▸ YOUR ASSIGNMENT
After locating the line that contains "use super::hold;" in the data below, set down exactly that line and each one after it through the line that contains "let (tensions, ..)", and nothing more.

Top of DATA FOR REVIEW

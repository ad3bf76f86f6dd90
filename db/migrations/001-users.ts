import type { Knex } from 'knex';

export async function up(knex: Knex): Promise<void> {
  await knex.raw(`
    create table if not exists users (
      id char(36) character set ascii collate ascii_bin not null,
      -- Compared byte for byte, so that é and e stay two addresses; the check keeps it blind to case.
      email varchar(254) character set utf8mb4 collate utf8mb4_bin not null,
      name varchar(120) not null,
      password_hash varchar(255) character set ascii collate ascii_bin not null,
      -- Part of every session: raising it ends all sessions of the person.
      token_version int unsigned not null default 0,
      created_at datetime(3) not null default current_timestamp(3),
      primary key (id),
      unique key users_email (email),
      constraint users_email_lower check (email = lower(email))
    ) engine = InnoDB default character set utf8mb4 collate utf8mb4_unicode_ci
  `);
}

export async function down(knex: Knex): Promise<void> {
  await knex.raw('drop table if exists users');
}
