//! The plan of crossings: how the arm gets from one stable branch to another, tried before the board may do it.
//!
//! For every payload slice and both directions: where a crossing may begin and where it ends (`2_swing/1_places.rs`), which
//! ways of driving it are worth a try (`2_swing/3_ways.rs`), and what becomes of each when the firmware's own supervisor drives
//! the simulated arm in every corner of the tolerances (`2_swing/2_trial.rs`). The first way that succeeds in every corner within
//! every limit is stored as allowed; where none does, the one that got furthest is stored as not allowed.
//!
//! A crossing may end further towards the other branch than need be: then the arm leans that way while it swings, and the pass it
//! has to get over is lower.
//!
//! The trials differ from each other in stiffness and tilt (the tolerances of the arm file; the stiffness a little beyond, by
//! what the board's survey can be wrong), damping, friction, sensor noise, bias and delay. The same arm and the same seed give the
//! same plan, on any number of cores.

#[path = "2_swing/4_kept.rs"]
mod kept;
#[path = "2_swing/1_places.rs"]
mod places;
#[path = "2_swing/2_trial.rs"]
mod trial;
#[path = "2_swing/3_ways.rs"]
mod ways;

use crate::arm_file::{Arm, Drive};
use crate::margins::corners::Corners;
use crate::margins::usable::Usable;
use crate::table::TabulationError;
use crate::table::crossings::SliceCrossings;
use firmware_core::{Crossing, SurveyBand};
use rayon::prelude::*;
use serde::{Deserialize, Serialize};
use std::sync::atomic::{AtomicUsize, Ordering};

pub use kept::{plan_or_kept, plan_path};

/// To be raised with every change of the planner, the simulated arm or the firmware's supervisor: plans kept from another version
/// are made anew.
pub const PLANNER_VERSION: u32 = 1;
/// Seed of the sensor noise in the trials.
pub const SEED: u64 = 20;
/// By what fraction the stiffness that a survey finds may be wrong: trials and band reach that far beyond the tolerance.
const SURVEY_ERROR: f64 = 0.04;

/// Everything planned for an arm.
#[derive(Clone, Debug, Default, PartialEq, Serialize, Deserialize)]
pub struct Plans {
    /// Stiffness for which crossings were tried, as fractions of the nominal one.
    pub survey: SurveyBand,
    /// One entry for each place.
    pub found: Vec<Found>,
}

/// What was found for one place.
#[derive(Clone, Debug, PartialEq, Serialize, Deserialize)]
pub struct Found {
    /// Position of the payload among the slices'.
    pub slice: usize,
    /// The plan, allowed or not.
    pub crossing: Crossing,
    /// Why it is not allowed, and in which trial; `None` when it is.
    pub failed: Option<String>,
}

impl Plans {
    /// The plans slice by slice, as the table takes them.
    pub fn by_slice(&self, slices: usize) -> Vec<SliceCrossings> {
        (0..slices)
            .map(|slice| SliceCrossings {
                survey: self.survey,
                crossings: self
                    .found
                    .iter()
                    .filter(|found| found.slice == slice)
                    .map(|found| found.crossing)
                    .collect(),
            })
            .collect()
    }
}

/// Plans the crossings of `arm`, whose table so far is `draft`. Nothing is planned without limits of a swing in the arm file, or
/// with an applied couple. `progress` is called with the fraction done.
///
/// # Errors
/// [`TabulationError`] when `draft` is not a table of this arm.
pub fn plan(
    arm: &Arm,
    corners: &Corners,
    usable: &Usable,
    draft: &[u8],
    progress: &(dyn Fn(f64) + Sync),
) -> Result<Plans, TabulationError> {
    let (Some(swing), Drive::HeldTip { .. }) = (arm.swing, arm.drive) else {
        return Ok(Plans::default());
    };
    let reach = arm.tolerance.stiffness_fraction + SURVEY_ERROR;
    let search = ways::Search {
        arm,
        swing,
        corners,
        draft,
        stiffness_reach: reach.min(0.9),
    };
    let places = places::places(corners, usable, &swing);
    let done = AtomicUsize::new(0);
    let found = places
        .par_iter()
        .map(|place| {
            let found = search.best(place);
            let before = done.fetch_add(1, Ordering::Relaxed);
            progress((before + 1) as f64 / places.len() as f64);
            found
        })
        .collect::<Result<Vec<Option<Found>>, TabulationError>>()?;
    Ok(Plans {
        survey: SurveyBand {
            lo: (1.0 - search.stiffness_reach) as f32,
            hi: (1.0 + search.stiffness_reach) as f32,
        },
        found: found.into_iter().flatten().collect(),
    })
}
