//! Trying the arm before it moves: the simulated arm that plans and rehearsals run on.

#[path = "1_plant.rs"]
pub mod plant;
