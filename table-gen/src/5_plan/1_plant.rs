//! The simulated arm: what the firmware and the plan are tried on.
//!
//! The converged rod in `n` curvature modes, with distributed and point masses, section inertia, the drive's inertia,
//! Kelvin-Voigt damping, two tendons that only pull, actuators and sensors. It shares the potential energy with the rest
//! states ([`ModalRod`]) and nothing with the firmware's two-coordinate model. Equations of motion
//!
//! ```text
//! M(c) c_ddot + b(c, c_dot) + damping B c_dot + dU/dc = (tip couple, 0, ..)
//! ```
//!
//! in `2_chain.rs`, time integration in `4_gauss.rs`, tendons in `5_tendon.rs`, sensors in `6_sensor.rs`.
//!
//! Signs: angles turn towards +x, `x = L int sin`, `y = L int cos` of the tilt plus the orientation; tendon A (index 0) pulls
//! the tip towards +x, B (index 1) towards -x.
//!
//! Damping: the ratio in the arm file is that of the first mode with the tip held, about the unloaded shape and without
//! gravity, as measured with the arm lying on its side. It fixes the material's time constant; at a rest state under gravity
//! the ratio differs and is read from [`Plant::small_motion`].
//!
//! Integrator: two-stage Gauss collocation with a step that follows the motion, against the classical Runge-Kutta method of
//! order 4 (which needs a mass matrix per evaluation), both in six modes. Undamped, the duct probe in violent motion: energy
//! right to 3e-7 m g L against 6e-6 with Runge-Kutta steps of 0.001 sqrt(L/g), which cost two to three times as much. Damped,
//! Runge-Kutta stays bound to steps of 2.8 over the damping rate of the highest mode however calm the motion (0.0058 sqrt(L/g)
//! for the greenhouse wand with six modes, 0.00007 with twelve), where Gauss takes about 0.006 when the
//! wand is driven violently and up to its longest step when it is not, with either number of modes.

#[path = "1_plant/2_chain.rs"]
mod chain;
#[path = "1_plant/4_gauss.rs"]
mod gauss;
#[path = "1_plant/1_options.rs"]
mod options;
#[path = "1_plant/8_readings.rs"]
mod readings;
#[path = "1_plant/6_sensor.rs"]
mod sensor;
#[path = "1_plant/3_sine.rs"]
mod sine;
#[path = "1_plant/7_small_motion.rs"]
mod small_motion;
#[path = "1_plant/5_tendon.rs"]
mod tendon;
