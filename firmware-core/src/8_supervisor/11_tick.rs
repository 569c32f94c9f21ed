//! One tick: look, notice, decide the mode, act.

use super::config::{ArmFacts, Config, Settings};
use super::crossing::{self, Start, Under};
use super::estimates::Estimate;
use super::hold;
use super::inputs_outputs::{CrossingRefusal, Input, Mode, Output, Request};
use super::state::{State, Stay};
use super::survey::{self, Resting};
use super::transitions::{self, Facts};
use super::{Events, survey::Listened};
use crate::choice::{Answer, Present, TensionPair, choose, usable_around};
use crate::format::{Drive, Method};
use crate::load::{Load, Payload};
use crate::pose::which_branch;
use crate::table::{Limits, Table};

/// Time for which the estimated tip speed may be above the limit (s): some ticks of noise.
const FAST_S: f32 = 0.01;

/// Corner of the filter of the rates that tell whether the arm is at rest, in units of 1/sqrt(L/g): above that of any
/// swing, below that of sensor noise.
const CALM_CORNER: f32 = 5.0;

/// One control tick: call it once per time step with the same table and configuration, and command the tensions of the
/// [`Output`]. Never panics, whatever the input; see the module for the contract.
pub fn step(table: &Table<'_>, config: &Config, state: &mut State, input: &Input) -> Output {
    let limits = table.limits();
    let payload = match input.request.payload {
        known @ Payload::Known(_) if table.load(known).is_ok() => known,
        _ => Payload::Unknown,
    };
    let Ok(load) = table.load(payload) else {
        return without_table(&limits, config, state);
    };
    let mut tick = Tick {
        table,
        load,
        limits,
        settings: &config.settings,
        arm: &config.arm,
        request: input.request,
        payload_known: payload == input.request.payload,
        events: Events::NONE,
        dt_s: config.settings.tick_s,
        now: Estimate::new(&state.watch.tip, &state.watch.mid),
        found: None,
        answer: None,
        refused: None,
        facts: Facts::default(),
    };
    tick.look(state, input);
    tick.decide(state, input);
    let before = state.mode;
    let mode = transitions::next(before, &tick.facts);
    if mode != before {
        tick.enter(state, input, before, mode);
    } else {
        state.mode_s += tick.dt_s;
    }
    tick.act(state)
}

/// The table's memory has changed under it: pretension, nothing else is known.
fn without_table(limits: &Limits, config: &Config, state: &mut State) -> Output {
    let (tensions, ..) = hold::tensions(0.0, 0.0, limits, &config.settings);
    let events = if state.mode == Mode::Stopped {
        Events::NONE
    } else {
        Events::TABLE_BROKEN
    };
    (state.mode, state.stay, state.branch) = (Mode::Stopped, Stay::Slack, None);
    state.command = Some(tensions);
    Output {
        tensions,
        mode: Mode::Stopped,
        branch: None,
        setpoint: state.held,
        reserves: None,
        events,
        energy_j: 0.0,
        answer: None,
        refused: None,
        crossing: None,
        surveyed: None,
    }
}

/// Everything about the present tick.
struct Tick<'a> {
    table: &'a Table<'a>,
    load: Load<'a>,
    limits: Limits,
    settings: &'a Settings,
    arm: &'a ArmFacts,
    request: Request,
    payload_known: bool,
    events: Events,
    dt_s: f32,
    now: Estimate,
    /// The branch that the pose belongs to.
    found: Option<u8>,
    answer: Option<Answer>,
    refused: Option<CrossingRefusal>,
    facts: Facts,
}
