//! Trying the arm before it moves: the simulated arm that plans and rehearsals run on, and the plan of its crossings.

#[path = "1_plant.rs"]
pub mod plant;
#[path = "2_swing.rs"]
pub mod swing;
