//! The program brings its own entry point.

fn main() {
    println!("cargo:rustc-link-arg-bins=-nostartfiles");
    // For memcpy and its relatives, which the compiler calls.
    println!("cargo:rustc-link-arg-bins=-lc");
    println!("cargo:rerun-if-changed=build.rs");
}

Bottom of DATA FOR REVIEW

▸ REPLY
use super::hold;
use super::inputs_outputs::{CrossingRefusal, Input, Mode, Output, Request};
use super::state::{State, Stay};
use super::survey::{self, Resting};
use super::transitions::{self, Facts};
use super::{Events, survey::Listened};
use crate::choice::{Answer, Present, TensionPair, choose, usable_around};
use crate::format::{Drive, Method};
use crate::load::{Load, Payload};
use crate::pose::which_branch;
use crate::table::{Limits, Table};

/// Time for which the estimated tip speed may be above the limit (s): some ticks of noise.
const FAST_S: f32 = 0.01;

/// Corner of the filter of the rates that tell whether the arm is at rest, in units of 1/sqrt(L/g): above that of any
/// swing, below that of sensor noise.
const CALM_CORNER: f32 = 5.0;

/// One control tick: call it once per time step with the same table and configuration, and command the tensions of the
/// [`Output`]. Never panics, whatever the input; see the module for the contract.
pub fn step(table: &Table<'_>, config: &Config, state: &mut State, input: &Input) -> Output {
    let limits = table.limits();
    let payload = match input.request.payload {
        known @ Payload::Known(_) if table.load(known).is_ok() => known,
        _ => Payload::Unknown,
    };
    let Ok(load) = table.load(payload) else {
        return without_table(&limits, config, state);
    };
    let mut tick = Tick {
        table,
        load,
        limits,
        settings: &config.settings,
        arm: &config.arm,
        request: input.request,
        payload_known: payload == input.request.payload,
        events: Events::NONE,
        dt_s: config.settings.tick_s,
        now: Estimate::new(&state.watch.tip, &state.watch.mid),
        found: None,
        answer: None,
        refused: None,
        facts: Facts::default(),
    };
    tick.look(state, input);
    tick.decide(state, input);
    let before = state.mode;
    let mode = transitions::next(before, &tick.facts);
    if mode != before {
        tick.enter(state, input, before, mode);
    } else {
        state.mode_s += tick.dt_s;
    }
    tick.act(state)
}

/// The table's memory has changed under it: pretension, nothing else is known.
fn without_table(limits: &Limits, config: &Config, state: &mut State) -> Output {
    let (tensions, ..) = hold::tensions(0.0, 0.0, limits, &config.settings);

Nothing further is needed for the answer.